Why would .htaccess fire twice in IE when downloading a protected XLS file?

Question

Certain directories are protected by Basic Auth using a .htaccess file on an older Apache 1.x server. Today a user pointed out that the username/password was requested twice for the file he had just posted - once when entering the directory to see the index, and then AGAIN when downloading the file. Finding this odd, I researched the usual problems with double-firing .htaccess authentication:

• server name (http://server vs. http://www.server)
• trailing slash (http://server/somedir vs. http://server/somedir/)
• http vs https

No luck. Add to the confusion that Firefox/Chrome/Safari don't ask twice - only IE (6 and 7).
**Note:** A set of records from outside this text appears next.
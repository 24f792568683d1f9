import type { ColourSpace, Quality } from "@/lib/versions/schema";
import type { Setup } from "@/render/scene/setup";

/** What is chosen at *Render a version*, beside the setup itself. */
export interface RenderChoice {
  quality: Quality;
  colourSpace: ColourSpace;
  /** All the setup's frames, or a run of them. */
  frames: { first: number; last: number } | "all";
}

export const firstChoice: RenderChoice = { quality: "proof", colourSpace: "rec709", frames: "all" };

/** The frames meant: the chosen run as far as the setup has it. */
export function chosenFrames({ frames }: RenderChoice, { time }: Setup): { first: number; last: number } {
  return frames === "all" ? { first: time.first, last: time.last } : frames;
}
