import { eq } from "drizzle-orm";
import { deliveries, deliveryItems, receipts } from "@/db/schema/deliveries";
import { makeDelivery } from "../deliveries/make-delivery";
import { publishDelivery } from "../deliveries/publish-delivery";
import { signReceipt } from "../deliveries/sign-receipt";
import { streamZip } from "../deliveries/stream-zip";
import { as, type Stage, type VersionRow } from "./stage";
import type { StoryShot } from "./story";

/** Delivers the signed version to the client and, where the story says so, signs or refuses its receipt. */
export async function deliverShot(
  stage: Stage,
  story: StoryShot,
  version: VersionRow,
  verdict: string,
): Promise<void> {
  const delivery = await findOrMake(stage, story, version, verdict);
  if (!delivery.publishedAt)
    await publishDelivery(as(stage, "producer"), {
      delivery: delivery.id,
      recipients: [stage.studio.client.id],
      days: 30,
    });
  if (story.fate === "delivered") return;
  const [signed] = await stage.shop.db.select().from(receipts).where(eq(receipts.deliveryId, delivery.id));
  if (signed) return;
  await takeEverything(stage, delivery.id);
  const kind = story.fate === "refused" ? "refused" : "received";
  const words =
    kind === "refused" ? "The dome's front is not where our projectors expect it; please talk to us." : "";
  await signReceipt(as(stage, "client"), {
    delivery: delivery.id,
    kind,
    manifestDigest: delivery.manifestDigest!,
    words,
  });
}

/** The client takes the whole package, as a browser would, so that the receipt is about something taken. */
async function takeEverything(stage: Stage, delivery: string): Promise<void> {
  const request = new Request("http://127.0.0.1/", { method: "GET" });
  const response = await streamZip(as(stage, "client"), { delivery }, request);
  await response.arrayBuffer();
}

async function findOrMake(stage: Stage, story: StoryShot, version: VersionRow, verdict: string) {
  const find = () =>
    stage.shop.db
      .select()
      .from(deliveryItems)
      .innerJoin(deliveries, eq(deliveries.id, deliveryItems.deliveryId))
      .where(eq(deliveryItems.versionId, version.id));
  const [made] = await find();
  if (made) return made.deliveries;
  const dome = stage.production.kind === "dome";
  const { id, productionId, first, last } = version;
  await makeDelivery(as(stage, "producer"), {
    production: productionId,
    title: dome ? "Dome test, stars alone" : `${stage.sequence.name}, ${story.code}`,
    words: "",
    items: [{ version: id, verdict, first, last }],
    formats: ["png", "exr"],
    layout: "by shot",
    separator: dome ? "_" : ".",
    digits: dome ? 5 : 4,
  });
  return (await find())[0]!.deliveries;
}
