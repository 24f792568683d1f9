import { Field } from "../field/field";
import { Column } from "./column";
import type { Slip } from "./use-slip";

export function HoleColumn({ slip: { figure, consequences } }: { slip: Slip }) {
  return (
    <Column title="Hole">
      <Field label="mass" unit="M☉" consequence={consequences.mass} {...figure("hole.massSolar")} />
      <Field label="spin a" consequence={consequences.spin} {...figure("hole.spin")} />
    </Column>
  );
}
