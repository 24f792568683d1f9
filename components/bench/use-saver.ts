import { useRef, useState } from "react";
import type { BenchPage } from "@/lib/setups/schema";
import type { Setup } from "@/render/scene/setup";
import { saveSetup, type SaveState } from "./save-setup";

const same = (a: unknown, b: unknown) => JSON.stringify(a) === JSON.stringify(b);

/** What the server holds, on which revision, and the one way to change it: one save at a time. */
export function useSaver(page: BenchPage, values: Setup) {
  const [state, setState] = useState<SaveState>({ kind: "saved", at: page.savedAt, by: page.savedBy });
  const [saved, setSaved] = useState(page.setup);
  const revision = useRef(page.revision);
  const inHand = useRef<Promise<unknown>>(Promise.resolve());

  const save = (): Promise<number | undefined> => {
    setState({ kind: "saving" });
    const job = inHand.current.then(async () => {
      const outcome = await saveSetup(page.shot.id, revision.current, values);
      setState(outcome.state);
      if (!outcome.saved) return undefined;
      setSaved(outcome.saved.setup);
      return (revision.current = outcome.saved.revision);
    });
    inHand.current = job;
    return job;
  };
  return {
    state,
    changed: !same(values, saved),
    save,
    /** The revision once nothing is in hand. */
    settled: () => inHand.current.then(() => revision.current),
    /** Takes the server's present setup as what was last saved. */
    adopt: (theirs: BenchPage) => {
      revision.current = theirs.revision;
      setSaved(theirs.setup);
      setState({ kind: "saved", at: theirs.savedAt, by: theirs.savedBy });
    },
  };
}
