// Makes the demonstration studio when the database is empty, by the same verbs that people use and with really
// rendered frames. Begun and interrupted, it goes on where it stopped.
import { renderFrame } from "@/render/hosts/node/render-frame";
import { closePool } from "@/render/hosts/node/pool";
import { database } from "../database";
import { makeCancellations } from "../renders/cancellations";
import { storage } from "../storage/storage";
import { carryShot } from "./carry-shot";
import { gatherStudio } from "./gather-studio";
import { isFinished, markFinished } from "./progress";
import { productions } from "./story";

const say = (line: string) => process.stdout.write(`${line}\n`);
const db = database();

try {
  const state = await isFinished(db);
  if (state === "theirs") say("There is a studio already; no demonstration is made.");
  if (state === "finished") say("The demonstration studio is there.");
  if (state === "empty" || state === "begun") await makeStudio();
} finally {
  await closePool();
  await db.$client.end();
}

async function makeStudio(): Promise<void> {
  const started = performance.now();
  const studio = await gatherStudio(db);
  const shop = { db, store: storage(), renderFrame, stops: makeCancellations() };
  for (const production of productions)
    for (const sequence of production.sequences)
      for (const shot of sequence.shots) {
        await carryShot({ shop, studio, production, sequence }, shot);
        say(`  ${shot.code}: ${shot.fate}`);
      }
  await markFinished(db, studio.owner);
  say(`The demonstration studio was made in ${Math.round((performance.now() - started) / 1000)} s.`);
}
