import type { Ctx } from "../context";
import { listQueue } from "../reviews/list-queue";
import type { TodayItem } from "./schema";

/** The versions that wait for this advisor's verdict. */
export async function findForAdvisor(ctx: Ctx): Promise<TodayItem[]> {
  const { items } = await listQueue(ctx);
  return items
    .filter(({ yours, hold }) => yours && hold === "none")
    .map((item) => {
      const frames = item.last - item.first + 1;
      const withdrawn = item.withdrawn > 0 ? "Its sign-off was withdrawn. " : "";
      return {
        about: item.shotId,
        sentence: {
          before: `Version ${item.number} of `,
          name: item.shotCode,
          after: ` has waited ${item.waited} for your verdict.`,
        },
        detail: `${withdrawn}${item.maker}: “${item.words}” ${frames} ${frames === 1 ? "frame" : "frames"}; ${item.minutes} minutes.`,
        act: { label: `Open version ${item.number}`, href: `/versions/${item.id}` },
        minutes: item.minutes,
        picture: {
          versionId: item.id,
          frame: Math.floor((item.first + item.last) / 2),
          square: item.kind === "dome",
        },
        sentOn: item.sentOn,
        dueOn: item.dueOn,
      };
    });
}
Further investigation showed that this doesn't happen with PDF files - only Excel files - even blank ones.

Is Excel calling back to the server somehow that requires a second authentication? Why does it only happen in IE?

Not critical - but I'm very curious what could be causing this.

EDIT - I think bmdhacks nailed it. Watching the network traffic, Excel+IE fires back a second request with a different User Agent called "Microsoft Protocol Discovery"

Answer 1

I'm not sure about Excel, but Windows Media Player has a special interaction with IE where when IE requests a file with a MIME type that Windows Media Player owns, instead of handing the downloaded file over to WMP, it instructs Windows Media Player to download the file itself. This could result in requesting the file twice, once for IE to ask for the file, and a second time when WMP downloads it.

It's possible that Microsoft uses this mechanism in other products like Excel too. You might be able to discover this by looking at the User-Agent header submitted in the second request. In the Windows Media case, it actually changes from IE to WMP's User-Agent on the second request.